El pistolero hizo un gesto de impaciencia.

—Ella no finge nada, salvo estar sola en su cuerpo. Yo lo sé y tú también lo sabes. Se le ve en la cara. Aliméntala, por la gloria de tu padre, y mientras ella come, vuelve a mí. Ahora cuenta cada minuto. Cada segundo.

Eddie se levantó, y el pistolero volvió a traerlo de un tirón con la mano izquierda. Enfermo o no, su fuerza seguía ahí.

—Y no le digas nada acerca de la otra. No importa lo que te diga, cualquier cosa que te explique, no la contradigas.

—¿Por qué?

—No lo sé. Solo sé que sería un error. ¡Ahora haz lo que te digo y no pierdas más tiempo!

Odetta había estado sentada en su silla y miraba hacia el mar con una expresión de dulce y absorta perplejidad. Cuando Eddie le ofreció los trozos de langosta que quedaron de la noche anterior, ella sonrió reticente.

—Lo tomaría si pudiera —dijo—, pero ya sabes lo que sucede.

Eddie, que no tenía idea de lo que ella estaba hablando, solo pudo encogerse de hombros y decir:

—No te hará ningún daño probar otra vez, Odetta.
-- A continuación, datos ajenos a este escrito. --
class RootGen:
    """A real root generator ``rho = P**(1/q)`` (``q >= 3``; base generator ``index``) of a
    polynomial ``P`` free of roots: a prime, or a primitive polynomial such as ``rho - tau``. While
    it is in :attr:`Field.roots`, numerators are kept reduced modulo ``rho**q - P`` (degree < q in
    ``rho``) and denominators free of ``rho`` (inverses through the adjugate of the
    multiplication matrix, whose determinant is the norm), so an element is zero exactly when its
    numerator is. ``d rho = rho dP / (q P)``."""

    __slots__ = ("gen", "index", "q", "P", "rq")

    def __init__(self, gen, index, q, P, rq):
        self.gen, self.index, self.q, self.P, self.rq = gen, index, q, P, rq


def _has_root(e) -> bool:
    """``e`` uses a square-root generator (a non-integer power or ``sin``)."""
    if e.has(sp.sin):
        return True
    return any(not p.exp.is_Integer for p in e.atoms(sp.Pow))


def nested_parts(b):
    """``(A, c, B)`` with ``b = A + c*sqrt(B)`` and ``A``, ``c``, ``B`` free of roots, ``c != 0``
    (powers of ``sqrt(B)`` are reduced with ``sqrt(B)**2 = B``), or None."""
    if not isinstance(b, sp.Add) or b.has(sp.sin):
        return None
    halves = [p for p in b.atoms(sp.Pow) if not p.exp.is_Integer]
    if not halves or any(not p.exp.is_Rational or p.exp.q != 2 for p in halves):
        return None
    bases = {p.base for p in halves}
    if len(bases) != 1:
        return None
    B = bases.pop()
    if _has_root(B) or not B.free_symbols:
        return None
    S = sp.Dummy("S")
    e = b.replace(lambda x: x.is_Pow and x.base == B and not x.exp.is_Integer, lambda x: S ** int(2 * x.exp))
    e = sp.expand(e)
    A = sp.Integer(0)
    c = sp.Integer(0)
    for k, coeff in sp.collect(e, S, evaluate=False).items():
        if k == 1:
            k_exp = 0
        elif k == S:
            k_exp = 1
        elif k.is_Pow and k.base == S and k.exp.is_Integer:
            k_exp = int(k.exp)
        else:
            return None
        if coeff.has(S):
            return None
        term = coeff * B ** (k_exp // 2)
        if k_exp % 2:
            c += term
        else:
            A += term
    if c == 0 or _has_root(A) or _has_root(c):
        return None
    return A, c, B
Necesitas comer, lo sabes. Debemos ir lo más rápido que sea posible.

Ella rió y tocó su mano. Él sintió algo como una carga eléctrica que saltaba de ella a él. Y era ella, Odetta.

Él lo sabía al igual que Roland.

—Te amo, Eddie. Lo has intentado con tanta fuerza. Fuiste tan paciente. Lo mismo que él… —Hizo un gesto con la cabeza hacia donde estaba el pistolero tendido contra las rocas, observando—. Pero él es un hombre difícil de amar.

—Sí. Como si yo no lo supiera.

—Voy a intentarlo una vez más. Por ti.

Ella sonrió y él sintió que todo el mundo se movía por ella, a causa de ella, y pensó: «Dios, por favor, yo nunca he tenido mucho, así que por favor no vuelvas a llevártela lejos de mí. Por favor».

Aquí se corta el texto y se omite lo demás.